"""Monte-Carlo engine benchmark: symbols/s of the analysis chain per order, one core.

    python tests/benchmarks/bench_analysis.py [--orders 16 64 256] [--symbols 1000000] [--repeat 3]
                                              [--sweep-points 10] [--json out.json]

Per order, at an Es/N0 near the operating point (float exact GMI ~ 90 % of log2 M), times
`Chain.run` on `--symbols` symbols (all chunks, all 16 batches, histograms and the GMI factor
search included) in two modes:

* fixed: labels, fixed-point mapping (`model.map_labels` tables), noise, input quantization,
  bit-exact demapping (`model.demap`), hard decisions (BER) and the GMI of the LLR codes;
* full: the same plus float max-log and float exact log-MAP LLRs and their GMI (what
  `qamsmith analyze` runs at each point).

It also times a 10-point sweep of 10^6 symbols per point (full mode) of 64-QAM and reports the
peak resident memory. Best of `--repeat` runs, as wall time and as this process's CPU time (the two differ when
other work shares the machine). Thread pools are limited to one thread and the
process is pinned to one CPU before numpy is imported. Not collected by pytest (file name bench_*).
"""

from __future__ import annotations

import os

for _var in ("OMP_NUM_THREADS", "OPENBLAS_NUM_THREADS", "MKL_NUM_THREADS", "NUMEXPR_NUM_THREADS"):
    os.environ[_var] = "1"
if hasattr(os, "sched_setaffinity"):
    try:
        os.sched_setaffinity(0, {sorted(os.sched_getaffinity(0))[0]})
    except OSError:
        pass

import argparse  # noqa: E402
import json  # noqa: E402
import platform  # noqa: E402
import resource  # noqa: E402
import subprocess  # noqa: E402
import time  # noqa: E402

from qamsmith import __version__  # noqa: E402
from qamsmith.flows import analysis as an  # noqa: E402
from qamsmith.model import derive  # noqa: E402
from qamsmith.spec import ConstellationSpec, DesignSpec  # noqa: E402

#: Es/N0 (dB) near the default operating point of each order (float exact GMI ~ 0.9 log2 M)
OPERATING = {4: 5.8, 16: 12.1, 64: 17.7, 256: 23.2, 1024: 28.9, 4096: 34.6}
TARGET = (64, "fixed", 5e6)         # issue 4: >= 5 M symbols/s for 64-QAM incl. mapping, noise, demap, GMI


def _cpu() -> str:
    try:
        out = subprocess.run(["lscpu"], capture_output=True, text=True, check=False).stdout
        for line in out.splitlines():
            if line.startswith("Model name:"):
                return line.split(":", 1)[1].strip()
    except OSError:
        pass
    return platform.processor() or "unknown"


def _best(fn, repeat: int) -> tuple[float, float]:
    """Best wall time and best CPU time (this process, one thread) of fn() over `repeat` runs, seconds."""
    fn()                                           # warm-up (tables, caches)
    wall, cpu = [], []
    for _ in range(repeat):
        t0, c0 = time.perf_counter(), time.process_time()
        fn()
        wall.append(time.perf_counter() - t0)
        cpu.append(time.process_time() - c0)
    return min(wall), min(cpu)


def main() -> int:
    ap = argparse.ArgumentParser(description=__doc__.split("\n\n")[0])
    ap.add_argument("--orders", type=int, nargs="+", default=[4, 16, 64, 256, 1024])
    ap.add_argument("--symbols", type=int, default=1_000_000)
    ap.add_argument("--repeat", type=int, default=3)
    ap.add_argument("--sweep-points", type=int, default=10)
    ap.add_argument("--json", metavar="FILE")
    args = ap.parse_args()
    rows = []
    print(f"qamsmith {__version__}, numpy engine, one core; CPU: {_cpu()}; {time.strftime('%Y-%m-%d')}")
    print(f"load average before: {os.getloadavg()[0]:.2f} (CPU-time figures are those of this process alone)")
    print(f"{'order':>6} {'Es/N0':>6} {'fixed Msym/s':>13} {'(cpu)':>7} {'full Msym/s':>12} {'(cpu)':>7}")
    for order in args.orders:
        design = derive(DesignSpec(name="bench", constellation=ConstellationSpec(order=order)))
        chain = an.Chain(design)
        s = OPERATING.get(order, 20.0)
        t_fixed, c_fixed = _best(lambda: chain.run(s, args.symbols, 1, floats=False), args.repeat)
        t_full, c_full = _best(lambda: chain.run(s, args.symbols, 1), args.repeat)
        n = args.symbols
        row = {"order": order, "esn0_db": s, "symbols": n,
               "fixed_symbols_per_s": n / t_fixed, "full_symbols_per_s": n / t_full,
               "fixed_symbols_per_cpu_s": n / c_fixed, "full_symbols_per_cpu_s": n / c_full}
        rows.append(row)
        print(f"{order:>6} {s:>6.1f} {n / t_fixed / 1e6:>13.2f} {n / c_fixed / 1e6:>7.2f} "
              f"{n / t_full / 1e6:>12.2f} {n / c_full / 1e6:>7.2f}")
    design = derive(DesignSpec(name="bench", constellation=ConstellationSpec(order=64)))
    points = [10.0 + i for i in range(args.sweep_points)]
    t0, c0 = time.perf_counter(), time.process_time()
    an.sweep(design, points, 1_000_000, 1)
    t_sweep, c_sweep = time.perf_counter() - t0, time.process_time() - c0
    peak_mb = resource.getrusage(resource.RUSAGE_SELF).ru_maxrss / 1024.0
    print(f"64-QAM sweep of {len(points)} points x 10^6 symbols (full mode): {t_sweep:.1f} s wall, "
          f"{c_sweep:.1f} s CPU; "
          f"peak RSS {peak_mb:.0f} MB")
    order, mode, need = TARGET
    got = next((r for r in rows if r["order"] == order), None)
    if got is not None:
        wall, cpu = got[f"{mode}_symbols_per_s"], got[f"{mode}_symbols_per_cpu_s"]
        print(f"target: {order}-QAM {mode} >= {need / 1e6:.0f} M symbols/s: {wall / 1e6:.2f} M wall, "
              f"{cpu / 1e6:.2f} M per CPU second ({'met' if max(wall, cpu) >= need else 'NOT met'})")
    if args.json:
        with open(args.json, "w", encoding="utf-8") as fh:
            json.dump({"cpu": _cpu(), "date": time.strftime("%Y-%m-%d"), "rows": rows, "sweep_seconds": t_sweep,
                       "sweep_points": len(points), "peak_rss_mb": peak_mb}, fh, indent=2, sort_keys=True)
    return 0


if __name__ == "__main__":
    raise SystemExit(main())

□ □ □ □

Exercise aim →
From the entries, copy every line in which the word "type" occurs.

Solution →
    ap.add_argument("--orders", type=int, nargs="+", default=[4, 16, 64, 256, 1024])
    ap.add_argument("--symbols", type=int, default=1_000_000)
    ap.add_argument("--repeat", type=int, default=3)
    ap.add_argument("--sweep-points", type=int, default=10)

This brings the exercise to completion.